My inspiration for this part came from :
Once you edited the config file, reload exim with :
/etc/init.d/exim4 reload
If it doesn't complain, you can try sending your first e-mail, and wait in your e-mail client to watch at its arrival.
But things can go wrong. When exim4 fails to reload, it writes a paniclog, that you have to remove yourself in order to avoid warnings about it's existence.
And, instead of waiting for your e-mail to come in your e-mail client, you may :
tail -F /var/log/syslog /var/log/exim4/mainlog
In order to read how the e-mail is handled by Exim, and if he is rejected for any reason.

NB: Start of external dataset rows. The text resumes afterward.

"""Small studies unlike the demo, for checks that must hold on every shape of study:
long rater names with many cues, and binary decisions with an outcome."""

from __future__ import annotations

from pathlib import Path

import numpy as np
import pandas as pd

from tests.helpers import write_study


def long_names_many_cues_study(folder: Path) -> Path:
    """Eight raters with long hyphenated names, ten cues, hidden repeats, on a 1-7 scale."""
    rng = np.random.default_rng(5)
    n_cases, n_cues = 70, 10
    cues = rng.normal(size=(n_cases, n_cues)).round(2)
    names = ["Maximiliana-Featherstonehaugh", "Bartholomew-Oyelaran-Smythe", "Wilhelmina-Kowalczykowska",
             "Theodosia-Papadimitriou", "Rr", "Anastasios-Vanderhoeven", "Guinevere-Abernathy-Ito",
             "Quentin-Montgomery-Achterberg"]
    weights = rng.uniform(-0.4, 1.0, size=(len(names), n_cues))
    rows = []
    for r, name in enumerate(names):
        order = list(rng.permutation(n_cases)) + list(rng.choice(n_cases, size=12, replace=False))
        for seq, c in enumerate(order):
            latent = 4 + 0.5 * cues[c] @ weights[r] + rng.normal(0, 0.7)
            rows.append({"rater": name, "case": f"case-{c + 1:03d}", "score": int(np.clip(round(latent), 1, 7)),
                         "seq": seq, **{f"cue_number_{k + 1}": cues[c, k] for k in range(n_cues)}})
    cue_lines = "\n".join(f'cue_number_{k + 1} = "numeric"' for k in range(n_cues))
    return write_study(folder, pd.DataFrame(rows), cues=cue_lines, extra_columns='sequence = "seq"')


def binary_study(folder: Path) -> Path:
    """Six raters deciding admit / decline on three cues, with an outcome for every case."""
    rng = np.random.default_rng(9)
    n_cases = 60
    x = rng.normal(size=(n_cases, 3)).round(3)
    outcome = (x @ [1.0, 0.5, 0.2] + rng.normal(0, 0.8, n_cases)).round(3)
    rows = []
    for r in range(6):
        for c in rng.choice(n_cases, size=48, replace=False):
            latent = x[c] @ [1.0, 0.6 - 0.2 * r, 0.3] + rng.normal(0, 0.6)
            rows.append({"rater": f"reader{r + 1}", "case": f"f{c + 1}", "score": "admit" if latent > 0 else "decline",
                         "x1": x[c, 0], "x2": x[c, 1], "x3": x[c, 2], "outcome": outcome[c]})
    return write_study(folder, pd.DataFrame(rows), scale="binary", jmin=0, jmax=1,
                       cues='x1 = "numeric"\nx2 = "numeric"\nx3 = "numeric"',
                       extra_columns='criterion = "outcome"',
                       extra_judgment='labels = { admit = 1, decline = 0 }')
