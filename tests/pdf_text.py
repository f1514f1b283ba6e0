"""Reading generated PDFs back in tests: the text of each page and the numbers it shows."""

from __future__ import annotations

import io
import re
from pathlib import Path

from pypdf import PdfReader

from calibrate.report.wording import fmt

#: A number as printed in a report, not part of a word, an id or a longer number.
_PRINTED_NUMBER = re.compile(r"(?<![\w.])-?\d+(?:\.\d+)?(?![\w])")


def page_texts(pdf: bytes | str | Path) -> list[str]:
    """Extracted text of every page of a PDF given as bytes or as a path."""
    source = io.BytesIO(pdf) if isinstance(pdf, bytes) else str(pdf)
    return [page.extract_text() for page in PdfReader(source).pages]


def numbers_in(text: str) -> list[str]:
    """The numbers printed in ``text``, as written."""
    # "95% interval" names the interval's level, not a figure of the results
    return _PRINTED_NUMBER.findall(re.sub(r"95%\s+interval", "interval", text))


def entries_of(results: dict, rater: str) -> list[dict]:
    """The rater's raw results.json entries, in the order written (phase order)."""
    return [e for e in results["raters"] if e["rater"] == rater]


def numbers_of(entries) -> set[str]:
    """Every number inside JSON-like entries, as the reports print it and as ``str``."""
    found: set[str] = set()
    pending = list(entries)
    while pending:
        node = pending.pop()
        if isinstance(node, dict):
            pending.extend(node.values())
        elif isinstance(node, list):
            pending.extend(node)
        elif isinstance(node, (int, float)) and not isinstance(node, bool):
            found.update({fmt(float(node)), fmt(float(node), 3), str(node)})  # 3 decimals: a p-value
    return found
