"""Coverage of the 95% severity-offset intervals when raters differ in how noisy they are.

Each panel: 14 raters with planted offsets (normal, SD 0.5, centred) and residual SDs
spread evenly from 0.3 to 1.2, 350 cases (case SD 1) each read by 4 raters at random
(about 100 cases a rater), and a small design of 60 cases x 3 readers (about 13).
Coverage is the share of (panel, rater) intervals holding the planted offset, over all
raters and for the noisiest and the least noisy rater, for the HC3 interval the audit
uses (HC2), HC3, and the pooled-variance one it replaced. ``--ordinal`` rounds the judgments
(shifted to a mean of 4) to 1..7; the planted offset then is the mean shift of the
rounded scores, estimated once from a large panel. A figure passes when its 99.9%
binomial interval overlaps 93-97%.

    PYTHONPATH=. python benchmarks/bench_severity_coverage.py [--panels 400]
"""

from __future__ import annotations

import argparse
import time

import numpy as np
import pandas as pd
from scipy import stats

from calibrate.agreement.offsets import severity

N_RATERS, N_CASES, READERS = 14, 350, 4
NOISE_SD = np.linspace(0.3, 1.2, N_RATERS)


def simulate(rng, offsets, n_cases=N_CASES, readers=READERS):
    truth = rng.normal(0.0, 1.0, n_cases)
    chosen = np.argsort(rng.random((n_cases, N_RATERS)), axis=1)[:, :readers]
    ci = np.repeat(np.arange(n_cases), readers)
    ri = chosen.ravel()
    y = truth[ci] + offsets[ri] + rng.normal(0.0, 1.0, ci.size) * NOISE_SD[ri]
    return pd.DataFrame({"rater": [f"r{i:02d}" for i in ri], "case": [f"c{i:05d}" for i in ci],
                         "judgment": y})


def band(hits, n, level=0.999):
    a = 1 - level
    lo = stats.beta.ppf(a / 2, hits, n - hits + 1) if hits > 0 else 0.0
    hi = stats.beta.ppf(1 - a / 2, hits + 1, n - hits) if hits < n else 1.0
    return lo, hi


def coverage(n_panels: int, seed: int, ordinal: bool, n_cases: int = N_CASES,
             readers: int = READERS) -> dict[str, np.ndarray]:
    """Hits per rater, (14,) each, for 'HC3' and 'pooled'."""
    rng = np.random.default_rng(seed)
    offsets = rng.normal(0.0, 0.5, N_RATERS)
    offsets -= offsets.mean()
    target = offsets
    if ordinal:   # the planted offset of rounded scores, from one large panel
        big = simulate(np.random.default_rng(seed + 1), offsets, n_cases=200_000)
        big["judgment"] = np.clip(np.round(big["judgment"] + 4.0), 1, 7)
        target = np.array([r.estimate for r in severity(big, scale="ordinal", scale_min=1,
                                                        scale_max=7).raters])
    hits = {"HC2": np.zeros(N_RATERS), "HC3": np.zeros(N_RATERS), "pooled": np.zeros(N_RATERS)}
    for _ in range(n_panels):
        first = simulate(rng, offsets, n_cases, readers)
        if ordinal:
            first["judgment"] = np.clip(np.round(first["judgment"] + 4.0), 1, 7)
        kw = dict(scale="ordinal" if ordinal else "continuous", scale_min=1 if ordinal else -5,
                  scale_max=7 if ordinal else 5)
        res = severity(first, robust_form="HC2", **kw)
        hc3 = severity(first, robust_form="HC3", **kw)
        est = np.array([r.estimate for r in res.raters])
        for name, se in (("HC2", [r.se for r in res.raters]), ("HC3", [r.se for r in hc3.raters]),
                         ("pooled", [r.se_pooled for r in res.raters])):
            half = 1.959964 * np.asarray(se)
            hits[name] += np.abs(est - target) <= half
    return hits


def main() -> None:
    parser = argparse.ArgumentParser()
    parser.add_argument("--panels", type=int, default=400)
    parser.add_argument("--seed", type=int, default=12)
    args = parser.parse_args()
    for ordinal, n_cases, readers in ((False, N_CASES, READERS), (True, N_CASES, READERS),
                                      (False, 60, 3), (True, 60, 3)):
        start = time.perf_counter()
        hits = coverage(args.panels, args.seed, ordinal, n_cases, readers)
        print(f"{'1-7 scale' if ordinal else 'continuous'}, {n_cases} cases x {readers} readers: "
              f"{args.panels} panels, {time.perf_counter() - start:.0f} s")
        for name, h in hits.items():
            cells = []
            for label, count, n in (("all raters", h.sum(), h.size * args.panels),
                                    (f"noisiest (SD {NOISE_SD[-1]:.1f})", h[-1], args.panels),
                                    (f"least noisy (SD {NOISE_SD[0]:.1f})", h[0], args.panels)):
                lo, hi = band(int(count), n)
                cells.append(f"{label} {count / n:.1%} ({lo:.1%}-{hi:.1%})")
            print(f"  {name:<7} " + "; ".join(cells))


if __name__ == "__main__":
    main()
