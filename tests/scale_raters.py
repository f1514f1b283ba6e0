"""Invented linear raters on each judgment scale, for the size and power of the
"straight line?" tests (tests/unit/test_scale_nulls.py, test_cutoff_check.py and
benchmarks/bench_scale_nulls.py).

Each rater has their own cases: three standard-normal cues, latent judgment
``mean + X b + noise`` with b = (.5, .4, .3) and noise SD 1. On "ordinal" the latent
judgment is rounded and clipped to 1..7; on "binary" the decision is 1 when it is above 0
(a probit rater, so the tests' logistic null is not the generating model); on
"continuous" it is the judgment. Plants: "curve" adds 0.25 (X b)^2; "cutoff" gives every
case with cue 1 below -0.25 (about 40% of cases) ``mean - 1.5 + noise`` whatever the cues
say (declined on 0/1).
"""

from __future__ import annotations

import numpy as np
import pandas as pd

from calibrate.data.cues import CueRule, build_cue_design
from calibrate.lens.cutoffs import cutoff_check

WEIGHTS = np.array([0.5, 0.4, 0.3])
CUT_AT, CUT_DROP = -0.25, 1.5


def scale_raters(rng: np.random.Generator, kind: str, mean: float, n_raters: int, n_cases: int,
                 plant: str = "none") -> tuple[np.ndarray, np.ndarray, np.ndarray]:
    """(X, y, groups) of ``n_raters`` raters, rows sorted by rater."""
    m = n_raters * n_cases
    X = rng.standard_normal((m, 3))
    signal = X @ WEIGHTS
    noise = rng.standard_normal(m)
    latent = mean + signal + noise
    if plant == "curve":
        latent = latent + 0.25 * signal**2
    elif plant == "cutoff":
        latent = np.where(X[:, 0] < CUT_AT, mean - CUT_DROP + noise, latent)
    if kind == "ordinal":
        y = np.clip(np.round(latent), 1, 7)
    elif kind == "binary":
        y = (latent > 0).astype(float)
        if plant == "cutoff":
            y[X[:, 0] < CUT_AT] = 0.0
    else:
        y = latent
    return X, y, np.repeat(np.arange(n_raters), n_cases)


def cutoff_p_values(kind: str, X: np.ndarray, y: np.ndarray, groups: np.ndarray, rng,
                    n_sim: int = 999) -> np.ndarray:
    """The cut-off check's p-value per rater, run as the audit runs it (1-7 ends passed)."""
    ids = [f"c{i:06d}" for i in range(y.size)]
    cases = pd.DataFrame(X, columns=["cue1", "cue2", "cue3"], index=pd.Index(ids, name="case"))
    design = build_cue_design(cases, [CueRule("cue1"), CueRule("cue2"), CueRule("cue3")])
    first = pd.DataFrame({"rater": [f"r{g:05d}" for g in groups], "case": ids, "judgment": y})
    bounds = {"scale_min": 1, "scale_max": 7} if kind == "ordinal" else {}
    result = cutoff_check(design, first, rng=rng, scale=kind, n_sim=n_sim, **bounds)
    return np.array([r.p_value for r in result.raters])


def overlaps_band(p: np.ndarray, low: float = 0.04, high: float = 0.06) -> tuple[int, float, float]:
    """(hits, interval low, interval high): p < .05 count and its 99.9% Clopper-Pearson interval."""
    from scipy import stats

    hits = int(np.sum(p < 0.05))
    ci = stats.binomtest(hits, p.size).proportion_ci(confidence_level=0.999, method="exact")
    return hits, float(ci.low), float(ci.high)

Then, we still have two Mailadmin database tables unused :
mailadmin_forwards
mailadmin_domain_aliases
At least, to instruct Exim what to do with theses information, we wont need transport rules.
Lets defined two new sets of domains :
domainlist source_domain_aliases = ${tr { ${lookup pgsql{SELECT DISTINCT source_domain_name \
FROM mailadmin_domain_aliases} } } {"\n"} {:} }
domainlist source_domain_forwards = ${tr { ${lookup pgsql{SELECT DISTINCT domain_name \
FROM mailadmin_forwards} } } {"\n"} {:} }
And two forwarding routers using them :
mailadmin_domain_aliases:
debug_print = "R: mailadmin_domain_aliases $local_part@$domain"
driver = redirect
allow_defer
allow_fail
domains = +source_domain_aliases
data = ${local_part}@${lookup pgsql{SELECT FIRST (target_domain_name) \
FROM mailadmin_domain_aliases WHERE source_domain_name = '${quote_pgsql:$domain}' } }
file_transport = address_file
pipe_transport = address_pipe
mailadmin_forwards:
debug_print = "R: mailadmin_domain_aliases $local_part@$domain"
driver = redirect
allow_defer
allow_fail
domains = +source_domain_forwards
data = ${lookup pgsql{SELECT FIRST (destination) FROM mailadmin_forwards \
WHERE domain_name = '${quote_pgsql:$domain}' \
AND local_part = '${quote_pgsql:$local_part}' } }
file_transport = address_file
pipe_transport = address_pipe
Mailadmin database is made to ease this part, giving the right information on the right shape…
Reload Exim conf once again, and we're done.